Task to complete = Look through the lines below; wherever the word "unique" appears, copy that line.

Extracted data =

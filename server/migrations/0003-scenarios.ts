// Scenarios with their phases (one matrix each), and surveys with their original files and the
// stored estimate.
import { DataTypes, type QueryInterface } from 'sequelize';

const timestamps = {
  created_at: { type: DataTypes.DATE, allowNull: false, defaultValue: DataTypes.NOW },
  updated_at: { type: DataTypes.DATE, allowNull: false, defaultValue: DataTypes.NOW },
};

const userRef = { type: DataTypes.INTEGER, allowNull: true, references: { model: 'users', key: 'id' }, onDelete: 'SET NULL' };

export async function up({ context: qi }: { context: QueryInterface }): Promise<void> {
  await qi.createTable('surveys', {
    id: { type: DataTypes.INTEGER, autoIncrement: true, primaryKey: true },
    study_area_id: { type: DataTypes.INTEGER, allowNull: false, references: { model: 'study_areas', key: 'id' }, onDelete: 'CASCADE' },
    name: { type: DataTypes.TEXT, allowNull: false },
    notes: { type: DataTypes.TEXT, allowNull: false, defaultValue: '' },
    kind: { type: DataTypes.TEXT, allowNull: false },
    /** How the file(s) were read: columns or attribute, dates, time step, counts of rows. */
    reading: { type: DataTypes.JSONB, allowNull: false },
    /** File label → state code (null: rows left out). */
    mapping: { type: DataTypes.JSONB, allowNull: false },
    /** The estimate as answered by the API (shared/schemas surveyEstimateSchema). */
    estimate: { type: DataTypes.JSONB, allowNull: false },
    created_by: userRef,
    ...timestamps,
  });
  await qi.addIndex('surveys', ['study_area_id']);
  await qi.sequelize.query(`ALTER TABLE surveys ADD CONSTRAINT surveys_kind_check CHECK (kind IN ('plots', 'map-pair'))`);

  await qi.createTable('survey_files', {
    id: { type: DataTypes.INTEGER, autoIncrement: true, primaryKey: true },
    survey_id: { type: DataTypes.INTEGER, allowNull: false, references: { model: 'surveys', key: 'id' }, onDelete: 'CASCADE' },
    role: { type: DataTypes.TEXT, allowNull: false },
    file_name: { type: DataTypes.TEXT, allowNull: false },
    sha256: { type: DataTypes.TEXT, allowNull: false },
    bytes: { type: DataTypes.BLOB, allowNull: false },
    size: { type: DataTypes.INTEGER, allowNull: false },
    ...timestamps,
  });
  await qi.addIndex('survey_files', ['survey_id', 'role'], { unique: true });
  await qi.sequelize.query(`ALTER TABLE survey_files ADD CONSTRAINT survey_files_role_check CHECK (role IN ('table', 'earlier', 'later'))`);

  await qi.createTable('scenarios', {
    id: { type: DataTypes.INTEGER, autoIncrement: true, primaryKey: true },
    study_area_id: { type: DataTypes.INTEGER, allowNull: false, references: { model: 'study_areas', key: 'id' }, onDelete: 'CASCADE' },
    name: { type: DataTypes.TEXT, allowNull: false },
    notes: { type: DataTypes.TEXT, allowNull: false, defaultValue: '' },
    years_per_step: { type: DataTypes.DOUBLE, allowNull: false, defaultValue: 1 },
    start_cover: { type: DataTypes.JSONB, allowNull: false },
    /** The study area's state codes, in order, when the matrices were saved. */
    state_codes: { type: DataTypes.JSONB, allowNull: false },
    created_by: userRef,
    updated_by: userRef,
    ...timestamps,
  });
  await qi.addIndex('scenarios', ['study_area_id']);

  await qi.createTable('scenario_phases', {
    id: { type: DataTypes.INTEGER, autoIncrement: true, primaryKey: true },
    scenario_id: { type: DataTypes.INTEGER, allowNull: false, references: { model: 'scenarios', key: 'id' }, onDelete: 'CASCADE' },
    position: { type: DataTypes.INTEGER, allowNull: false },
    from_step: { type: DataTypes.INTEGER, allowNull: false },
    to_step: { type: DataTypes.INTEGER, allowNull: true },
    /** Row-stochastic K × K matrix, rows and columns in state_codes order. */
    matrix: { type: DataTypes.JSONB, allowNull: false },
    survey_id: { type: DataTypes.INTEGER, allowNull: true, references: { model: 'surveys', key: 'id' }, onDelete: 'SET NULL' },
    ...timestamps,
  });
  await qi.addIndex('scenario_phases', ['scenario_id', 'position'], { unique: true });
  await qi.addIndex('scenario_phases', ['survey_id']);
}

export async function down({ context: qi }: { context: QueryInterface }): Promise<void> {
  await qi.dropTable('scenario_phases');
  await qi.dropTable('scenarios');
  await qi.dropTable('survey_files');
  await qi.dropTable('surveys');
}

Solution to this problem =
  await qi.addIndex('survey_files', ['survey_id', 'role'], { unique: true });
  await qi.addIndex('scenario_phases', ['scenario_id', 'position'], { unique: true });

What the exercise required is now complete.